Provided information →
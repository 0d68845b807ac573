// The bargaining models.  Formulas, sources and status tables are documented in the
// public header; the comments here explain the numerical choices.
#include <algorithm>
#include <cmath>

#include "core.hpp"
#include "numerics.hpp"

namespace cto::core {

namespace {

// log(d) accurately for d near 1 (1 - d is exact for d >= 1/2).
double log_factor(double d) { return d > 0.5 ? std::log1p(-(1.0 - d)) : std::log(d); }

// q^m for m >= 0 with q in [0, 1], as exp(m log q).
double pow_count(double log_q, double m) {
    if (m == 0.0) return 1.0;
    return std::exp(m * log_q);
}

}  // namespace

// ---------------------------------------------------------------------------
// Alternating offers from rates
// ---------------------------------------------------------------------------
// Below this total per-round log discount, expm1 works in subnormal numbers and loses
// digits; the share then equals its frequent-offer limit to far beyond double precision
// (the correction is O(rho)).
static constexpr double kTinyRho = 1e-150;
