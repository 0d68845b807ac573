#!/usr/bin/env bash
# Builds the libFuzzer harness with clang (ASan + UBSan; -ffp-contract=off as the library
# build has) and runs it on the committed
# corpus.  Usage: run-fuzz.sh [max_total_time_seconds] [extra libFuzzer flags...]
# CI runs a short pass; a long pass (for example -runs=100000000 -jobs=2) is run by hand.
set -euo pipefail
root="$(cd "$(dirname "${BASH_SOURCE[0]}")/../.." && pwd)"
out="${CTO_BUILD:-$root/build}/fuzz-${CTO_FUZZ_SANITIZE-address,undefined}"
mkdir -p "$out"
seconds="${1:-60}"
shift || true
# With no extra flags (CI), the run is deterministic: a fixed seed and a fixed number of
# executions after the committed corpus, so a green run here is green in CI.
if [ "$#" -eq 0 ]; then set -- -seed=20261202 -runs=400000; fi
# CTO_FUZZ_SANITIZE: sanitizers besides the fuzzer (default address,undefined).  The long
# run may use undefined alone, or none (CTO_FUZZ_SANITIZE=): the library allocates nothing,
# and the contract checks in the harness are what the run is for.
san="${CTO_FUZZ_SANITIZE-address,undefined}"
# The catalogue's generated sources (named functions, table rows, the named dispatch).
/usr/bin/python3 "$root/lib/gen/gen_core.py" "$out/generated"
mapfile -t sources < <(find "$root/lib/src" -name '*.cpp' | sort)
# Warnings are errors here too (clang sees what GCC does not).
clang++ -std=c++17 -O2 -g -fno-omit-frame-pointer -ffp-contract=off -Wall -Wextra -Werror \
  -fsanitize=fuzzer${san:+,$san} -fno-sanitize-recover=all \
  -I"$root/lib/include" -I"$root/lib/src" -I"$out/generated" "${sources[@]}" \
  "$out/generated/named_entries.cpp" "$root/tests/fuzz/fuzz_capi.cpp" \
  -o "$out/fuzz_capi"
corpus="$root/tests/fuzz/corpus"
mkdir -p "$corpus"
work="$out/corpus"
mkdir -p "$work"
# New inputs go to the scratch folder; the committed corpus is only read (merge by hand:
#   fuzz_capi -merge=1 tests/fuzz/corpus <scratch folder>).
"$out/fuzz_capi" -max_total_time="$seconds" -print_final_stats=1 -artifact_prefix="$out/" \
  "$@" "$work" "$corpus"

What needs to be done → All the lines above should come back exactly as written.

Exercise solution →
repository 0d68845b807ac573
// The bargaining models.  Formulas, sources and status tables are documented in the
// public header; the comments here explain the numerical choices.
#include <algorithm>
#include <cmath>

#include "core.hpp"
#include "numerics.hpp"

namespace cto::core {

namespace {

// log(d) accurately for d near 1 (1 - d is exact for d >= 1/2).
double log_factor(double d) { return d > 0.5 ? std::log1p(-(1.0 - d)) : std::log(d); }

// q^m for m >= 0 with q in [0, 1], as exp(m log q).
double pow_count(double log_q, double m) {
    if (m == 0.0) return 1.0;
    return std::exp(m * log_q);
}

}  // namespace

// ---------------------------------------------------------------------------
// Alternating offers from rates
// ---------------------------------------------------------------------------
// Below this total per-round log discount, expm1 works in subnormal numbers and loses
// digits; the share then equals its frequent-offer limit to far beyond double precision
// (the correction is O(rho)).
static constexpr double kTinyRho = 1e-150;
repository 0d68845b807ac573
#!/usr/bin/env bash
# Builds the libFuzzer harness with clang (ASan + UBSan; -ffp-contract=off as the library
# build has) and runs it on the committed
# corpus.  Usage: run-fuzz.sh [max_total_time_seconds] [extra libFuzzer flags...]
# CI runs a short pass; a long pass (for example -runs=100000000 -jobs=2) is run by hand.
set -euo pipefail
root="$(cd "$(dirname "${BASH_SOURCE[0]}")/../.." && pwd)"
out="${CTO_BUILD:-$root/build}/fuzz-${CTO_FUZZ_SANITIZE-address,undefined}"
mkdir -p "$out"
seconds="${1:-60}"
shift || true
# With no extra flags (CI), the run is deterministic: a fixed seed and a fixed number of
# executions after the committed corpus, so a green run here is green in CI.
if [ "$#" -eq 0 ]; then set -- -seed=20261202 -runs=400000; fi
# CTO_FUZZ_SANITIZE: sanitizers besides the fuzzer (default address,undefined).  The long
# run may use undefined alone, or none (CTO_FUZZ_SANITIZE=): the library allocates nothing,
# and the contract checks in the harness are what the run is for.
san="${CTO_FUZZ_SANITIZE-address,undefined}"
# The catalogue's generated sources (named functions, table rows, the named dispatch).
/usr/bin/python3 "$root/lib/gen/gen_core.py" "$out/generated"
mapfile -t sources < <(find "$root/lib/src" -name '*.cpp' | sort)
# Warnings are errors here too (clang sees what GCC does not).
clang++ -std=c++17 -O2 -g -fno-omit-frame-pointer -ffp-contract=off -Wall -Wextra -Werror \
  -fsanitize=fuzzer${san:+,$san} -fno-sanitize-recover=all \
  -I"$root/lib/include" -I"$root/lib/src" -I"$out/generated" "${sources[@]}" \
  "$out/generated/named_entries.cpp" "$root/tests/fuzz/fuzz_capi.cpp" \
  -o "$out/fuzz_capi"
corpus="$root/tests/fuzz/corpus"
mkdir -p "$corpus"
work="$out/corpus"
mkdir -p "$work"
# New inputs go to the scratch folder; the committed corpus is only read (merge by hand:
#   fuzz_capi -merge=1 tests/fuzz/corpus <scratch folder>).
"$out/fuzz_capi" -max_total_time="$seconds" -print_final_stats=1 -artifact_prefix="$out/" \
  "$@" "$work" "$corpus"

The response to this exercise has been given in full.